Theory of waves in a homogeneous random medium

Abstract

A novel theory is developed to cope with the difficulty of the multiple-scattering problem in a random medium (RM). The theory is given for a one-dimensional homogeneous RM which is represented by a strictly stationary random process. Some possible forms of the stochastic solution are determined by a group-theoretic consideration based on the shift-invariance property of the homogeneous RM. The form of the solution has some analogy with Floquet's solution for a periodic medium. It is shown that there are two kinds of solutions in the one-dimensional RM: a travelling-wave mode and a cutoff mode. The former exists only when the power spectrum of the medium becomes zero at nearly double the wave number.

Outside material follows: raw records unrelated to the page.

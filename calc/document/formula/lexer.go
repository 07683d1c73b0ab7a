package formula

import (
	"fmt"
	"math"
	"strconv"
	"strings"
	"unicode"
	"unicode/utf8"

	"quoin/calc/quantity"
)

// kind of a token. Operators and brackets stand for themselves.
type kind string

const (
	endOfText kind = "end"
	broken    kind = "broken" // reported already
	number    kind = "number"
	word      kind = "name"
	assign    kind = "="
	asWord    kind = "as"
)

// token is one token with its byte offsets.
type token struct {
	kind     kind
	from, to int
	name     string        // of a word: normalised
	text     string        // of a number: as written, without the unit
	unitText string        // as written
	unit     quantity.Unit // of a number
	value    float64       // SI
}

// next reads the next token into p.tok.
func (p *parser) next() {
	p.last = p.tok.to
	p.tok = p.scan()
	if p.tok.kind == broken {
		p.broken = true
	}
}

// seek goes on reading at an offset.
func (p *parser) seek(at int) {
	p.pos = at
	p.next()
}

func (p *parser) skipBlanks(i int) int {
	for i < len(p.text) && strings.IndexByte(" \t\r\n", p.text[i]) >= 0 {
		i++
	}
	return i
}

var operators = []string{"==", "<=", ">=", "<", ">", "=", "+", "-", "*", "/", "^", "(", ")", "[", "]", ","}

// mistaken are characters with one right spelling.
var mistaken = []struct{ text, hint string }{
	{"!=", "there is no comparison for unequal"}, {"**", "write ^ for a power"}, {"=<", "write <="}, {"=>", "write >="}, {"&&", "write and"}, {"||", "write or"},
	{"≤", "write <="}, {"≥", "write >="}, {"≠", "there is no comparison for unequal"}, {"−", "write -"}, {"–", "write -"}, {"×", "write *"}, {"·", "write *; a unit with · has no blanks"}, {"⋅", "write *"}, {"÷", "write /"}, {"√", "write sqrt(x)"},
	{":", "write name = expression"}, {";", "one line holds one formula; a comma separates the items of a vector"}, {"'", "thousands have no separator: write 1000"}, {"’", "thousands have no separator: write 1000"},
	{"\u00a0", "replace the no-break space by a plain one"}, {"\u202f", "replace the no-break space by nothing: thousands have no separator"}, {"\u2009", "replace the thin space by a plain one"},
	{"°", "write deg for an angle in degrees"}, {"{", "a vector is written [a, b]"}, {"}", "a vector is written [a, b]"}, {"#", "a remark stands behind a formula line only"}, {"%", "the percent sign stands behind a number: 5 %"}, {"$", "TeX stands in prose, not in formulas"}, {"\\", "TeX stands in prose, not in formulas"},
}

func (p *parser) scan() token {
	p.pos = p.skipBlanks(p.pos)
	from := p.pos
	if from >= len(p.text) {
		return token{kind: endOfText, from: from, to: from}
	}
	rest := p.text[from:]
	if c := rest[0]; c >= '0' && c <= '9' || c == '.' && len(rest) > 1 && rest[1] >= '0' && rest[1] <= '9' {
		return p.number()
	}
	r, size := utf8.DecodeRuneInString(rest)
	if letter(r) || r == '_' || unicode.IsLetter(r) {
		return p.word()
	}
	for _, m := range mistaken {
		if strings.HasPrefix(rest, m.text) {
			return p.bad(from, from+len(m.text), fmt.Sprintf("%q has no place here", m.text), m.hint)
		}
	}
	for _, op := range operators {
		if strings.HasPrefix(rest, op) {
			p.pos += len(op)
			return token{kind: kind(op), from: from, to: p.pos}
		}
	}
	if _, ok := raised[r]; ok {
		end := from + len(rest) - len(strings.TrimLeftFunc(rest, func(r rune) bool { _, ok := raised[r]; return ok }))
		return p.bad(from, end, "a raised digit stands only in units", "write ^2 for a power")
	}
	hint := ""
	if strings.HasPrefix(rest, ".") {
		hint = "a value of a block is written NAME.value without blanks"
	}
	if r == utf8.RuneError || !unicode.IsPrint(r) {
		return p.bad(from, from+size, fmt.Sprintf("the character U+%04X has no place here", r), "delete it")
	}
	return p.bad(from, from+size, fmt.Sprintf("%q has no place here", string(r)), hint)
}

var raised = map[rune]byte{'⁰': '0', '¹': '1', '²': '2', '³': '3', '⁴': '4', '⁵': '5', '⁶': '6', '⁷': '7', '⁸': '8', '⁹': '9', '⁻': '-'}

// bad reports a token that cannot be read and steps over it.
func (p *parser) bad(from, to int, summary, hint string) token {
	p.fail("syntax", from, to, summary, hint)
	p.pos = to
	return token{kind: broken, from: from, to: to}
}

// badNumber reports a number that cannot be read; it stands for one, so that
// reading goes on.
func (p *parser) badNumber(from, to int, summary, hint string) token {
	p.bad(from, to, summary, hint)
	t := token{kind: number, from: from, to: to, text: p.text[from:to]}
	p.attach(&t)
	return t
}

// word reads a name, a dotted path or a keyword.
func (p *parser) word() token {
	from, i := p.pos, p.pos
	var odd rune
	points := 0
	for i < len(p.text) {
		r, size := utf8.DecodeRuneInString(p.text[i:])
		if r == '.' && i > from {
			after, _ := utf8.DecodeRuneInString(p.text[i+1:])
			if !unicode.IsLetter(after) && after != '_' {
				break
			}
			points++
		} else if !namePart(r) {
			if !unicode.IsLetter(r) {
				break
			}
			if odd == 0 {
				odd = r
			}
		}
		i += size
	}
	p.pos = i
	written := p.text[from:i]
	if raisedLetter(odd) {
		return p.bad(from, i, fmt.Sprintf("the letter %s is raised, and no name is made of it", string(odd)), "write ^ for a power")
	}
	if odd != 0 {
		return p.bad(from, i, fmt.Sprintf("%s, and no name is made of it", foreign(odd)), "type the letter on a Latin keyboard; names take Latin and Greek letters, digits and _")
	}
	name := Normal(written)
	for part := range strings.SplitSeq(name, ".") {
		if !ValidName(part) {
			return p.bad(from, i, fmt.Sprintf("%q is no name", written), "a name starts with a letter")
		}
	}
	if points > 1 {
		return p.bad(from, i, fmt.Sprintf("%q has more than one point", written), "a value of a block is written NAME.value")
	}
	switch name {
	case "as", "within", "and", "or", "not":
		return token{kind: kind(name), from: from, to: i}
	}
	return token{kind: word, from: from, to: i, name: name}
}

// number reads a number and the unit that belongs to it.
func (p *parser) number() token {
	from := p.pos
	i := digits(p.text, from)
	whole := p.text[from:i]
	if i < len(p.text) && p.text[i] == '.' {
		j := digits(p.text, i+1)
		if j == i+1 {
			return p.badNumber(from, j, "a digit must follow the decimal point", "write "+whole+" or "+whole+".0")
		}
		i = j
	}
	if j := i + 1; i < len(p.text) && (p.text[i] == 'e' || p.text[i] == 'E') {
		if j < len(p.text) && (p.text[j] == '+' || p.text[j] == '-') {
			j++
		}
		if k := digits(p.text, j); k > j {
			i = k
		}
	}
	t := token{kind: number, from: from, to: i, text: p.text[from:i]}
	p.pos = i
	rest := p.text[i:]
	x, err := strconv.ParseFloat(t.text, 64)
	zero := strings.Trim(strings.ToLower(t.text), "0.") == "" || strings.HasPrefix(strings.TrimLeft(t.text, "0."), "e")
	switch {
	case strings.HasPrefix(rest, "_"):
		return p.badNumber(from, p.run(i), "digits are not grouped", "write 1000 without a separator")
	case whole == "0" && i == from+1 && len(rest) > 1 && strings.IndexByte("xXbBoO", rest[0]) >= 0 && (digits(rest, 1) > 1 || rest[0] == 'x' || rest[0] == 'X'):
		return p.badNumber(from, p.run(i), "numbers are written in decimals", "")
	case len(whole) > 1 && whole[0] == '0' && p.tok.kind == number && p.tok.unitText == "":
		return p.badNumber(p.tok.from, i, "digits are not grouped", "write "+p.tok.text+whole)
	case len(whole) > 1 && whole[0] == '0':
		hint := strings.TrimLeft(t.text, "0")
		if hint == "" || hint[0] < '0' || hint[0] > '9' {
			hint = "0" + hint
		}
		return p.badNumber(from, i, fmt.Sprintf("the number %s starts with a zero", t.text), "write "+hint)
	case p.depth == 0 && len(rest) > 1 && rest[0] == ',' && digits(rest, 1) > 1:
		j := i + digits(rest, 1)
		hint := fmt.Sprintf("write %s.%s, or %s%s if the comma separates thousands", t.text, p.text[i+1:j], t.text, p.text[i+1:j])
		if j-i != 4 {
			hint = fmt.Sprintf("write %s.%s", t.text, p.text[i+1:j])
		}
		return p.badNumber(from, j, "a comma is no decimal sign", hint)
	case strings.HasPrefix(rest, ".") && digits(rest, 1) > 1:
		return p.badNumber(from, p.run(i), "the number has two decimal points", "")
	case err != nil || math.IsInf(x, 0):
		return p.badNumber(from, i, fmt.Sprintf("the number %s is too large", t.text), "")
	case x == 0 && !zero:
		return p.badNumber(from, i, fmt.Sprintf("the number %s is too small", t.text), "")
	}
	t.value = x
	p.attach(&t)
	return t
}

// run is the end of the run of letters, digits, _, commas and points at i.
func (p *parser) run(i int) int {
	for i < len(p.text) {
		r, size := utf8.DecodeRuneInString(p.text[i:])
		if !namePart(r) && r != '.' {
			break
		}
		i += size
	}
	return i
}

func digits(s string, i int) int {
	for i < len(s) && s[i] >= '0' && s[i] <= '9' {
		i++
	}
	return i
}
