package formula

import (
	"reflect"
	"strings"
	"testing"
	"unicode/utf8"

	"gonum.org/v1/gonum/unit"
	"pgregory.net/rapid"

	"quoin/calc/expr"
	"quoin/calc/quantity"
)

// anyTree draws trees; logic adds conditions, calls and items.
func anyTree(depth int, logic bool) *rapid.Generator[*expr.Node] {
	return rapid.Custom(func(t *rapid.T) *expr.Node {
		leaf := func() *expr.Node {
			if rapid.Bool().Draw(t, "name") {
				return &expr.Node{Op: expr.Name, Text: rapid.SampledFrom([]string{"V", "h_n", "k", "n", "x_d", "mass", "pi"}).Draw(t, "name")}
			}
			return &expr.Node{Op: expr.Literal,
				Text: rapid.SampledFrom([]string{"1", "2.5", "0.02", "1e3", ".75", "310"}).Draw(t, "number"),
				Unit: rapid.SampledFrom([]string{"", "", "", "kN", "m", "kip/in", "%", "t", "m/s^2"}).Draw(t, "unit")}
		}
		if depth == 0 {
			return leaf()
		}
		sub := func() *expr.Node { return anyTree(depth-1, logic).Draw(t, "sub") }
		kinds := []string{"leaf", "binary", "binary", "binary", "neg", "call", "max"}
		if logic {
			kinds = append(kinds, "if", "list", "item", "method", "num")
		}
		switch rapid.SampledFrom(kinds).Draw(t, "kind") {
		case "binary":
			op := rapid.SampledFrom([]expr.Op{expr.Add, expr.Sub, expr.Mul, expr.Div, expr.Pow}).Draw(t, "op")
			return &expr.Node{Op: op, Args: []*expr.Node{sub(), sub()}}
		case "neg":
			return &expr.Node{Op: expr.Neg, Args: []*expr.Node{sub()}}
		case "call":
			return &expr.Node{Op: expr.Call, Text: rapid.SampledFrom([]string{"sqrt", "abs", "sin"}).Draw(t, "function"), Args: []*expr.Node{sub()}}
		case "max":
			return &expr.Node{Op: expr.Call, Text: "max", Args: []*expr.Node{sub(), sub()}}
		case "if":
			c := &expr.Node{Op: rapid.SampledFrom([]expr.Op{expr.Less, expr.AtMost, expr.More, expr.AtLeast}).Draw(t, "relation"), Args: []*expr.Node{sub(), sub()}}
			if rapid.Bool().Draw(t, "not") {
				c = &expr.Node{Op: expr.Not, Args: []*expr.Node{c}}
			}
			return &expr.Node{Op: expr.Call, Text: "if", Args: []*expr.Node{c, sub(), sub()}}
		case "list":
			return &expr.Node{Op: expr.List, Args: []*expr.Node{sub(), sub()}}
		case "item":
			return &expr.Node{Op: expr.Item, Args: []*expr.Node{{Op: expr.Name, Text: "m.T"}, sub()}}
		case "method":
			return &expr.Node{Op: expr.Call, Text: "rs.PSA", Args: []*expr.Node{sub(), sub()}}
		case "num":
			return &expr.Node{Op: expr.Call, Text: "num", Unit: "kN*m", Args: []*expr.Node{sub()}}
		}
		return leaf()
	})
}

// bare is a tree without offsets and values.
func bare(n *expr.Node) *expr.Node {
	m := &expr.Node{Op: n.Op, Text: n.Text, Unit: n.Unit}
	for _, a := range n.Args {
		m.Args = append(m.Args, bare(a))
	}
	return m
}

func TestWrittenTreesReadBack(t *testing.T) {
	rapid.Check(t, func(t *rapid.T) {
		n := anyTree(4, true).Draw(t, "tree")
		got, findings := ParseExpr(print(n), nil)
		if len(findings) > 0 {
			t.Fatalf("%s: %v", print(n), findings)
		}
		if !reflect.DeepEqual(bare(got), bare(n)) {
			t.Fatalf("%s reads back as %s", print(n), print(got))
		}
	})
}

// Dimensions by another hand: gonum's unit package over the same trees.
func TestDimensionsAgainstAnotherPackage(t *testing.T) {
	dims := func(d quantity.Dim) unit.Dimensions {
		return unit.Dimensions{unit.LengthDim: int(d[0]), unit.MassDim: int(d[1]), unit.TimeDim: int(d[2])}
	}
	var oracle func(n *expr.Node) (*unit.Unit, bool)
	oracle = func(n *expr.Node) (*unit.Unit, bool) {
		switch n.Op {
		case expr.Literal, expr.Name:
			return unit.New(n.Value.SI[0], dims(n.Value.Dim)), true
		case expr.Neg:
			return oracle(n.Args[0])
		case expr.Add, expr.Sub, expr.Mul, expr.Div:
			a, ok := oracle(n.Args[0])
			if !ok {
				return nil, false
			}
			b, ok := oracle(n.Args[1])
			if !ok {
				return nil, false
			}
			switch n.Op {
			case expr.Mul:
				return a.Mul(b), true
			case expr.Div:
				return a.Div(b), true
			}
			return a, unit.DimensionsMatch(a, b)
		}
		return nil, false
	}
	compared, refused := 0, 0
	rapid.Check(t, func(t *rapid.T) {
		n := anyTree(3, false).Draw(t, "tree")
		known := true
		n.Walk(func(n *expr.Node) { known = known && n.Op != expr.Call && n.Op != expr.Pow })
		if !known {
			return
		}
		v, findings := Evaluate(n, world{})
		for _, i := range findings {
			if i.Code != "dimension" {
				return
			}
		}
		n.Walk(func(n *expr.Node) { // what a fault left without a value
			if n.Value == nil && len(n.Args) == 0 {
				Evaluate(n, world{})
			}
		})
		want, ok := oracle(n)
		if ok != (len(findings) == 0) {
			t.Fatalf("%s: the oracle says %v, we say %v", print(n), ok, findings)
		}
		if !ok {
			refused++
			return
		}
		compared++
		if !unit.DimensionsMatch(want, unit.New(1, dims(v.Dim))) {
			t.Fatalf("%s: dimension %v, the oracle has %v", print(n), v.Dim, want.Dimensions())
		}
	})
	if compared == 0 || refused == 0 {
		t.Errorf("%d compared, %d refused: the drawn formulas prove nothing", compared, refused)
	}
}

func TestEvaluationIsFiniteOrAnIssue(t *testing.T) {
	rapid.Check(t, func(t *rapid.T) {
		n := anyTree(4, true).Draw(t, "tree")
		v, findings := Evaluate(n, world{})
		if len(findings) == 0 && !v.Finite() {
			t.Fatalf("%s = %v", print(n), v.SI)
		}
		n.Walk(func(n *expr.Node) {
			if n.Value != nil && !n.Value.Finite() {
				t.Fatalf("%s = %v", print(n), n.Value.SI)
			}
		})
	})
}

func TestDeepAndLongLines(t *testing.T) {
	const many = 50000
	for _, part := range []string{"(", "-", "1 + ", "2 ^ ", "[", "a[", "if(", "if(1 < 2, 1, ", "if(not ", "max(1, ", "num(", "rs.PSA(", "1 < 2 and ", "a * (", "3 foo + "} {
		_, findings := ParseLine("y = "+strings.Repeat(part, many), nil)
		if len(findings) == 0 || len(findings) > most {
			t.Errorf("%q again and again: %d findings", part, len(findings))
		}
	}
	for _, text := range []string{
		strings.Repeat("(", 150) + "1" + strings.Repeat(")", 150),
		"sum([" + strings.Repeat("1, ", many) + "1])",
		"1" + strings.Repeat(" + 1", 1000),
		strings.Repeat("-", 150) + "1",
		strings.Repeat("x", many) + " * 0",
	} {
		n, findings := ParseExpr(text, nil)
		if len(findings) > 0 {
			t.Errorf("%.40s...: %v", text, findings)
			continue
		}
		if !strings.Contains(text, "x") {
			if _, findings := Evaluate(n, nil); len(findings) > 0 {
				t.Errorf("%.40s...: %v", text, findings)
			}
		}
	}
}

func FuzzParseLine(f *testing.F) {
	for _, s := range []string{"h_n = 15.2 m # [x] y", "check a == b within 2 %", "y = if(q > 2, q, -q) as kN", "ω = 2cm/s²*t", "y = 1,5", "y = num(h_n, kN*m)^-.5e3", "check а <= 3 foo", "y = m.phi[2][1]", "y = \xff\xfe", "= [", " =", "y = 2 m ^", "y = V as 1/", "y = e\u0301 + ﬁ", "x\u0345 = 1", "ω\u0301 = 3"} {
		f.Add(s)
	}
	f.Fuzz(func(t *testing.T, text string) {
		line, findings := ParseLine(text, set)
		for _, i := range findings {
			if i.From < 0 || i.From > i.To || i.To > len(text) || i.Summary == "" || i.Code == "" {
				t.Fatalf("%q: finding %+v", text, i)
			}
			if utf8.ValidString(text) && (!utf8.ValidString(text[:i.From]) || !utf8.ValidString(text[:i.To])) {
				t.Fatalf("%q: finding within a character: %+v", text, i)
			}
		}
		line.Tree.Walk(func(n *expr.Node) {
			if n.From < 0 || n.From >= n.To || n.To > len(text) {
				t.Fatalf("%q: node %s at %d-%d", text, print(n), n.From, n.To)
			}
		})
		for _, i := range findings {
			if !i.Warning {
				return
			}
		}
		if line.Check {
			rows, _, findings := EvaluateCheck(line.Tree, world{})
			if len(rows) == 0 && len(findings) == 0 {
				t.Fatalf("%q: neither rows nor findings", text)
			}
			return
		}
		if name := LineName(text); name != line.Name {
			t.Fatalf("%q sets %q, at a glance %q", text, line.Name, name)
		}
		if line.Tree == nil {
			return
		}
		if v, findings := Evaluate(line.Tree, world{}); len(findings) == 0 {
			if !v.Finite() {
				t.Fatalf("%q = %v", text, v.SI)
			}
			ChooseDigits(line.Tree, quantity.SI, line.As, 4)
			DropZeros(line.Tree)
		}
		again, findings := ParseExpr(print(line.Tree), set)
		if len(findings) > 0 || !reflect.DeepEqual(bare(again), bare(line.Tree)) {
			t.Fatalf("%q: written again as %q: %v", text, print(line.Tree), findings)
		}
	})
}

func FuzzUnit(f *testing.F) {
	for _, s := range quantity.Symbols() {
		f.Add(s)
	}
	for _, s := range []string{"kip*s^2/in", "m⁻²·kN", "1/s", "m^0.9", "kN * m", "m^", "*", "m²³", "km^12*km^12", "%/%", "m^-1^2"} {
		f.Add(s)
	}
	f.Fuzz(func(t *testing.T, text string) {
		u, err := quantity.ParseUnit(text)
		if err != nil {
			e := err.(*quantity.UnitError)
			if e.Offset < 0 || e.Offset > len(text) {
				t.Fatalf("%q: offset %d", text, e.Offset)
			}
			return
		}
		for _, again := range []string{u.Text, u.Pretty()} {
			w, err := quantity.ParseUnit(again)
			if err != nil || w.Scale != u.Scale || !w.Dim.Is(u.Dim) {
				t.Fatalf("%q is %v, written as %q it is %v, %v", text, u, again, w, err)
			}
		}
	})
}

Otherwise the wave is in the cutoff mode which is almost a standing wave whose envelope increases or decreases exponentially with distance. For a Gaussian RM with small fluctuations, an approximate stochastic solution given in the possible form is obtained in terms of multiple Wiener integrals with respect to the Brownian-motion process. The average and variance are calculated for the phase and amplitude of the wave in terms of the power spectrum of the RM. The law of large numbers is shown to hold concerning the fluctuations of the phase and amplitude. The average value of the wave and the transmission coefficient of a medium with finite thickness are also studied using the stochastic solution.